I'm trying to think of what industries I could incorporate on a model railroad. I want to do something a little more atypical, so I'm trying to avoid doing a steel mill or something cliche. Does anyone know how operations worked for industries such as:

-Textile Mills

-Brick Factories

-Sugar Refineries

I've got some others I want to ask about, but I forgot what they were.  Anyway, I know that there's that book out by Kalmbach that could answer most or all of what I want to know, but I just want a quick summary of what went in and out of each industry without having to fork over $20 (once I find an industry that seems interesting and unique enough to model, I'll be more willing to purchase a book on it). So if anyone could tell me how these industries interacted with railroads (IE what goods were brought in and out to these industries), that would be great. Thanks


----------



## I Am Fasha (Apr 2, 2013)

I operate at a private club. When the owner started to design it, it drove out and visited all the industries on the line that he planned to model. He actually got out of the car and walked into the industries that he found and asked questions: What do you do it here? What kind of rail cars to get and and how often. Armed with this info, he scratch built all the industries on the model rr we operate on. Its kind of cool! 

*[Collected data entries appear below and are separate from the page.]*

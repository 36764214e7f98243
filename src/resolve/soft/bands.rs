//! Rotational ambiguity by band boundaries (Tauler, J. Chemom. 15 (2001) 627).
//!
//! Any invertible k × k matrix T turns a resolution (C, S) into (C·T, S·T⁻ᵀ) with the same
//! product C·Sᵀ, hence the same fit. For each species k the share of the signal
//!
//! ```text
//! f_k(T) = ‖c'_k s'_kᵀ‖_F / ‖C·Sᵀ‖_F = ‖c'_k‖·‖s'_k‖ / ‖C·Sᵀ‖_F,   C' = C·T,  S' = S·T⁻ᵀ
//! ```
//!
//! is minimised and maximised over T subject to the run's constraints, imposed as a penalty
//! ρ·g(T) added to ±f:
//!
//! - non-negativity (when requested for C or S): Σ max(0, −x/‖x_col‖_∞ − τ)² over every entry
//!   of every column of C' and S' (τ the tolerance);
//! - absences: Σ max(0, |c'_ik|/‖c'_k‖_∞ − τ)² over the absent entries;
//! - known spectra: ‖s'_k − s_known‖² / ‖s_known‖²;
//! - closure: ‖A·C'ᵀ − Tᵀ‖² / ‖T_totals‖².
//!
//! C is first scaled to unit column norms so that the entries of T are dimensionless; when no
//! closure or known spectrum fixes the scales, each column of T is normalised inside the
//! objective (f does not depend on it). The optimiser is a Nelder–Mead simplex over the k²
//! entries of T (Nelder & Mead, Comput. J. 7 (1965) 308; standard coefficients 1, 2, ½, ½),
//! started from T = I and restarted from its best point.
//!
//! This is an approximation of the feasible band: the optimiser is local (a disconnected
//! feasible region may hold more extreme solutions), and a quadratic penalty lets constraints
//! be violated by an amount of order 1/ρ at the optimum. The worst violation g is reported with
//! each boundary so the user can judge.

use super::{Prepared, SampleLayout, SoftError, SoftResolution, ValidSoftParams, invalid};
use crate::resolve::linear::Constraint;
use ndarray::{Array1, Array2, ArrayView2, Axis};
use ndarray_linalg::Inverse;
use serde::{Deserialize, Serialize};

/// Settings of [`band_boundaries`] (unchecked; see [`BandParams::check`]).
///
/// # Examples
/// ```
/// use isosbestic::resolve::soft::BandParams;
/// assert!(BandParams::default().check().is_ok());
/// assert!(BandParams { penalty: 0.0, ..BandParams::default() }.check().is_err());
/// ```
#[derive(Debug, Clone, PartialEq, Serialize, Deserialize)]
#[serde(default, deny_unknown_fields)]
pub struct BandParams {
    /// τ: negative values down to −τ times the column's largest magnitude are tolerated
    /// (default 0).
    pub tolerance: f64,
    /// ρ: weight of the constraint penalty (default 1e6).
    pub penalty: f64,
    /// Objective evaluations per Nelder–Mead run (default 3000).
    pub max_evaluations: usize,
    /// Restarts from the best point (default 3).
    pub restarts: usize,
}

impl Default for BandParams {
    fn default() -> Self {
        Self {
            tolerance: 0.0,
            penalty: 1e6,
            max_evaluations: 3000,
            restarts: 3,
        }
    }
}

/// Checked band settings.
#[derive(Debug, Clone, PartialEq, Serialize)]
pub struct ValidBandParams(BandParams);

impl BandParams {
    /// Validates the settings.
    ///
    /// # Errors
    /// [`SoftError::InvalidParameter`] naming the setting.
    pub fn check(self) -> Result<ValidBandParams, SoftError> {
        if !(self.tolerance.is_finite() && self.tolerance >= 0.0) {
            return Err(invalid(
                "bands.tolerance",
                format!("{} is not ≥ 0", self.tolerance),
            ));
        }
        if !(self.penalty.is_finite() && self.penalty > 0.0) {
            return Err(invalid(
                "bands.penalty",
                format!("{} is not positive", self.penalty),
            ));
        }
        if self.max_evaluations < 10 {
            return Err(invalid("bands.max_evaluations", "at least 10 are needed"));
        }
        Ok(ValidBandParams(self))
    }
}

/// A species' profile and spectrum at one boundary of its band (the profile is c'_k, without
/// the path lengths).
#[derive(Debug, Clone, PartialEq, Serialize, Deserialize)]
pub struct BoundaryProfiles {
    /// f at this boundary.
    pub contribution: f64,
    /// c'_k, samples (scale as transformed; arbitrary when nothing fixes it).
    pub concentrations: Array1<f64>,
    /// s'_k, wavelengths.
    pub spectrum: Array1<f64>,
    /// The penalty g (constraint violation measure) at this boundary.
    pub violation: f64,
}

/// The band of feasible solutions of one species.
#[derive(Debug, Clone, PartialEq, Serialize, Deserialize)]
pub struct SpeciesBand {
    /// Species index.
    pub species: usize,
    /// f of the resolution itself (T = I).
    pub contribution: f64,
    /// Lower boundary.
    pub minimum: BoundaryProfiles,
    /// Upper boundary.
    pub maximum: BoundaryProfiles,
}

impl SpeciesBand {
    /// f_min.
    pub fn f_min(&self) -> f64 {
        self.minimum.contribution
    }
    /// f_max.
    pub fn f_max(&self) -> f64 {
        self.maximum.contribution
    }
}

struct Objective<'a> {
    prep: &'a Prepared,
    c: Array2<f64>,
    s: Array2<f64>,
    norm_cs: f64,
    path_col: Array2<f64>,
    normalise_columns: bool,
    tolerance: f64,
    penalty: f64,
}

struct Evaluation {
    f: Vec<f64>,
    violation: f64,
    c: Array2<f64>,
    s: Array2<f64>,
}

fn column_max(x: ArrayView2<f64>, j: usize) -> f64 {
    x.column(j)
        .iter()
        .fold(0.0f64, |m, v| m.max(v.abs()))
        .max(f64::MIN_POSITIVE)
}

impl Objective<'_> {
    fn evaluate(&self, t: &[f64]) -> Option<Evaluation> {
        let k = self.c.ncols();
        let mut tm = Array2::from_shape_vec((k, k), t.to_vec()).ok()?;
        if self.normalise_columns {
            for j in 0..k {
                let n = tm.column(j).dot(&tm.column(j)).sqrt();
                if !(n > 1e-12) {
                    return None;
                }
                tm.column_mut(j).mapv_inplace(|v| v / n);
            }
        }
        let inv = tm.inv().ok()?;
        if inv.iter().any(|v| !v.is_finite() || v.abs() > 1e12) {
            return None;
        }
        let c = self.c.dot(&tm);
        let s = self.s.dot(&inv.t());
        let f = (0..k)
            .map(|j| {
                c.column(j).dot(&c.column(j)).sqrt() * s.column(j).dot(&s.column(j)).sqrt() / self.norm_cs
            })
            .collect();
        let tau = self.tolerance;
        let mut g = 0.0;
        let neg = |x: ArrayView2<f64>| {
            let mut acc = 0.0;
            for j in 0..x.ncols() {
                let m = column_max(x, j);
                acc += x
                    .column(j)
                    .iter()
                    .map(|v| (-v / m - tau).max(0.0).powi(2))
                    .sum::<f64>();
            }
            acc
        };
        if self.prep.c_constraint == Constraint::NonNegative {
            g += neg(c.view());
        }
        if self.prep.s_constraint == Constraint::NonNegative {
            g += neg(s.view());
        }
        for ((i, j), &absent) in self.prep.absent.indexed_iter() {
            if absent {
                let m = column_max(c.view(), j);
                g += (c[[i, j]].abs() / m - tau).max(0.0).powi(2);
            }
        }
        for (j, known) in self.prep.known.iter().enumerate() {
            if let Some(sk) = known {
                let diff = &s.column(j) - sk;
                g += diff.dot(&diff) / sk.dot(sk).max(f64::MIN_POSITIVE);
            }
        }
        if let Some((a, totals, _)) = &self.prep.closure {
            let conc = &c / &self.path_col;
            let r = &conc.dot(&a.t()) - totals;
            g += r.iter().map(|v| v * v).sum::<f64>()
                / totals.iter().map(|v| v * v).sum::<f64>().max(f64::MIN_POSITIVE);
        }
        Some(Evaluation {
            f,
            violation: g,
            c,
            s,
        })
    }

    fn cost(&self, t: &[f64], species: usize, sign: f64) -> f64 {
        match self.evaluate(t) {
            Some(e) => sign * e.f[species] + self.penalty * e.violation,
            None => 1e30,
        }
    }
}

/// Nelder–Mead minimisation of `f` from `x0` with initial step `step`; returns the best point.
fn nelder_mead(f: &dyn Fn(&[f64]) -> f64, x0: &[f64], step: f64, max_eval: usize) -> (Vec<f64>, f64) {
    let n = x0.len();
    let mut simplex: Vec<(Vec<f64>, f64)> = Vec::with_capacity(n + 1);
    simplex.push((x0.to_vec(), f(x0)));
    for i in 0..n {
        let mut x = x0.to_vec();
        x[i] += step;
        let fx = f(&x);
        simplex.push((x, fx));
    }
    let mut evals = n + 1;
    while evals < max_eval {
        simplex.sort_by(|a, b| a.1.total_cmp(&b.1));
        let best = simplex[0].1;
        let worst = simplex[n].1;
        if (worst - best).abs() <= 1e-13 * (best.abs() + 1e-13) {
            break;
        }
        let centroid: Vec<f64> = (0..n)
            .map(|j| simplex[..n].iter().map(|p| p.0[j]).sum::<f64>() / n as f64)
            .collect();
        let along = |coef: f64| -> Vec<f64> {
            (0..n)
                .map(|j| centroid[j] + coef * (simplex[n].0[j] - centroid[j]))
                .collect()
        };
        let xr = along(-1.0);
        let fr = f(&xr);
        evals += 1;
        if fr < simplex[0].1 {
            let xe = along(-2.0);
            let fe = f(&xe);
            evals += 1;
            simplex[n] = if fe < fr { (xe, fe) } else { (xr, fr) };
        } else if fr < simplex[n - 1].1 {
            simplex[n] = (xr, fr);
        } else {
            let (xc, fc) = if fr < simplex[n].1 {
                let x = along(-0.5);
                let fx = f(&x);
                (x, fx)
            } else {
                let x = along(0.5);
                let fx = f(&x);
                (x, fx)
            };
            evals += 1;
            if fc < simplex[n].1.min(fr) {
                simplex[n] = (xc, fc);
            } else {
                // shrink towards the best point
                let x0 = simplex[0].0.clone();
                for p in simplex.iter_mut().skip(1) {
                    for (pj, x0j) in p.0.iter_mut().zip(&x0) {
                        *pj = x0j + 0.5 * (*pj - x0j);
                    }
                    p.1 = f(&p.0);
                }
                evals += n;
            }
        }
    }
    simplex.sort_by(|a, b| a.1.total_cmp(&b.1));
    let (x, fx) = simplex.swap_remove(0);
    (x, fx)
}

/// Band boundaries of every species of a resolution made with `params` on data with `layout`.
///
/// # Errors
/// As [`super::resolve_matrix`] for a layout or settings that do not fit the resolution;
/// [`SoftError::Shape`] when the resolution's sizes disagree with the settings.
///
/// # Examples
/// ```
/// use isosbestic::resolve::soft::{band_boundaries, resolve_matrix, BandParams, SampleLayout, SoftParams};
/// // perfectly selective: wavelength 0 sees only species 0, wavelength 3 only species 1, and
/// // sample 0 holds only species 0, sample 4 only species 1 — no rotation is feasible.
/// let c = ndarray::array![[1.0, 0.0], [0.8, 0.2], [0.5, 0.5], [0.2, 0.8], [0.0, 1.0]];
/// let s = ndarray::array![[1.0, 0.0], [0.8, 0.4], [0.3, 0.9], [0.0, 1.0]];
/// let d = c.dot(&s.t());
/// let params = SoftParams::default().check()?;
/// let layout = SampleLayout::single_series(5);
/// let fit = resolve_matrix(d.view(), &layout, &params)?;
/// let bands = band_boundaries(d.view(), &fit, &layout, &params, &BandParams::default().check()?)?;
/// for b in &bands {
///     assert!(b.f_max() - b.f_min() < 1e-3);
/// }
/// # Ok::<(), isosbestic::resolve::soft::SoftError>(())
/// ```
pub fn band_boundaries(
    d: ArrayView2<f64>,
    resolution: &SoftResolution,
    layout: &SampleLayout,
    params: &ValidSoftParams,
    band: &ValidBandParams,
) -> Result<Vec<SpeciesBand>, SoftError> {
    let p = params.params();
    let band = &band.0;
    let k = p.n_species;
    let (ns, nw) = d.dim();
    if resolution.concentrations.dim() != (ns, k) || resolution.spectra.dim() != (nw, k) {
        return Err(SoftError::Shape {
            what: format!(
                "resolution has C {:?} and S {:?}; D is {ns}×{nw} with {k} species",
                resolution.concentrations.dim(),
                resolution.spectra.dim()
            ),
        });
    }
    let prep = Prepared::new(d, layout, p)?;
    // unit-norm columns of C, scale moved to S
    let mut c = resolution.concentrations.clone();
    let mut s = resolution.spectra.clone();
    for j in 0..k {
        let n = c.column(j).dot(&c.column(j)).sqrt();
        if n > 0.0 {
            c.column_mut(j).mapv_inplace(|v| v / n);
            s.column_mut(j).mapv_inplace(|v| v * n);
        }
    }
    // f is taken on the signal diag(b)·C·Sᵀ, so the objective works with diag(b)·C; the
    // closure penalty divides the path lengths out again.
    let path_col = prep.path.view().insert_axis(Axis(1)).to_owned();
    c = &c * &path_col;
    let cs = c.dot(&s.t());
    let norm_cs = cs
        .iter()
        .map(|v| v * v)
        .sum::<f64>()
        .sqrt()
        .max(f64::MIN_POSITIVE);
    let objective = Objective {
        prep: &prep,
        c,
        s,
        norm_cs,
        path_col,
        normalise_columns: prep.closure.is_none() && prep.known.iter().all(Option::is_none),
        tolerance: band.tolerance,
        penalty: band.penalty,
    };
    let identity: Vec<f64> = Array2::<f64>::eye(k).iter().copied().collect();
    let base = objective
        .evaluate(&identity)
        .ok_or_else(|| SoftError::Numerical {
            what: "the resolution's own transformation could not be evaluated".into(),
        })?;
    let mut out = Vec::with_capacity(k);
    for species in 0..k {
        let boundary = |sign: f64| -> BoundaryProfiles {
            let cost = |t: &[f64]| objective.cost(t, species, sign);
            let mut x = identity.clone();
            let mut step = 0.1;
            for _ in 0..=band.restarts {
                let (nx, _) = nelder_mead(&cost, &x, step, band.max_evaluations);
                x = nx;
                step *= 0.3;
            }
            match objective.evaluate(&x) {
                Some(e) => BoundaryProfiles {
                    contribution: e.f[species],
                    concentrations: &e.c.index_axis(Axis(1), species) / &objective.path_col.column(0),
                    spectrum: e.s.index_axis(Axis(1), species).to_owned(),
                    violation: e.violation,
                },
                None => BoundaryProfiles {
                    contribution: base.f[species],
                    concentrations: &base.c.column(species) / &objective.path_col.column(0),
                    spectrum: base.s.column(species).to_owned(),
                    violation: base.violation,
                },
            }
        };
        let minimum = boundary(1.0);
        let maximum = boundary(-1.0);
        out.push(SpeciesBand {
            species,
            contribution: base.f[species],
            minimum,
            maximum,
        });
    }
    Ok(out)
}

Recently he revisited the areas and found that some of them had closed down and other moved into their place. So the car cards got updated and new names attached to the structures on the layout. You could also use Google Earth and Maps. Look at a rail line in the area you live, go to street view for a quick glance. Then plan a day to drive to the area and try what my friend did. It is always fun to see structures on your layout that you may see while driving down a real road.


----------



## I Am Fasha (Apr 2, 2013)

BTW there was a thread on here, started a few months back I think, that discussed this same topic, if I can find it, I will post a link here.


----------



## ScreaminEagles (Nov 13, 2013)

Thank you for your help, but I must mention that I don't know how useful talking to current industry workers will be. Sorry if I forgot to mention it, but I intend to model industries as they were around the 1930s-1940s, not as they are today. I don't think talking to current industrial workers will gain the info I need.


----------